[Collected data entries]
━━━━━━━━━━━━━━━━━━━━
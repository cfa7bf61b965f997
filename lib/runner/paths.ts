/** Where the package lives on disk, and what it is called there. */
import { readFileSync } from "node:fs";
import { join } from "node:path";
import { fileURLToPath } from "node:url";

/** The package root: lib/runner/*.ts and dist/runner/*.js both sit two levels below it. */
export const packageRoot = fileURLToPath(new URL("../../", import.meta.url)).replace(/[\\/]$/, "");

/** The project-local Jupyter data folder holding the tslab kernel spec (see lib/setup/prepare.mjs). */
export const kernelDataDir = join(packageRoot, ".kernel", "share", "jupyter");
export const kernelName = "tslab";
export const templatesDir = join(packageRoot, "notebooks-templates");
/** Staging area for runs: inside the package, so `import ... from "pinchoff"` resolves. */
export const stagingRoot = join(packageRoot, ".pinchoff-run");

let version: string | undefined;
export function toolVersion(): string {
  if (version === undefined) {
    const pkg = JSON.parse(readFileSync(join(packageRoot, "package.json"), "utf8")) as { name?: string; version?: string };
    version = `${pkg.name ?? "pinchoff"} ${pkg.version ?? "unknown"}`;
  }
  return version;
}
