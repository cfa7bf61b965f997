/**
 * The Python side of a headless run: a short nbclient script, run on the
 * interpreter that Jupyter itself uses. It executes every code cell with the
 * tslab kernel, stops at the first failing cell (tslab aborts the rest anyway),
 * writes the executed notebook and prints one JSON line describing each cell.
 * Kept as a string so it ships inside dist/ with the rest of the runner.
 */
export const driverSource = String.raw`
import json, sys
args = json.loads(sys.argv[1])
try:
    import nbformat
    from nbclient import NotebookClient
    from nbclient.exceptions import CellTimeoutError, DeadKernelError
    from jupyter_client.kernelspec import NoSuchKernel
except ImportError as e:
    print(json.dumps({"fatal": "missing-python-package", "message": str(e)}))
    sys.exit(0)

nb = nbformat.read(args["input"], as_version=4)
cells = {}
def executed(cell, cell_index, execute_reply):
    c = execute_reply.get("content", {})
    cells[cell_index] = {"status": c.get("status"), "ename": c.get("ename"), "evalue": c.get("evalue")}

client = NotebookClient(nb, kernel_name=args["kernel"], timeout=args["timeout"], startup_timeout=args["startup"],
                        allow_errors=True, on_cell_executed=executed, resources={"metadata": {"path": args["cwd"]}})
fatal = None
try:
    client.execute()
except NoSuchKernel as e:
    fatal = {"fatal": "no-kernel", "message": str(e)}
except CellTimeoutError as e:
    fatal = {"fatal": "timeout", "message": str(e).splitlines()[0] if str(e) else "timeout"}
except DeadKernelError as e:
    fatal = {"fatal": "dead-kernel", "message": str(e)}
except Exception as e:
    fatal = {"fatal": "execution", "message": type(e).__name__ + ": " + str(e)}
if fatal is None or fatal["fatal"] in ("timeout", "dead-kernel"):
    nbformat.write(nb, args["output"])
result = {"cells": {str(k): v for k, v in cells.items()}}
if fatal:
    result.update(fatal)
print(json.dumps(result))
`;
━━━━━━━━━━━━━━━━━━━━
▶ DIRECTIONS FOR THIS TASK:
Set down exactly the line that holds "for k, v in" and all lines after it to the end of the data.

▶ OUTPUT FOR THIS EXERCISE:
result = {"cells": {str(k): v for k, v in cells.items()}}
if fatal:
    result.update(fatal)
print(json.dumps(result))
`;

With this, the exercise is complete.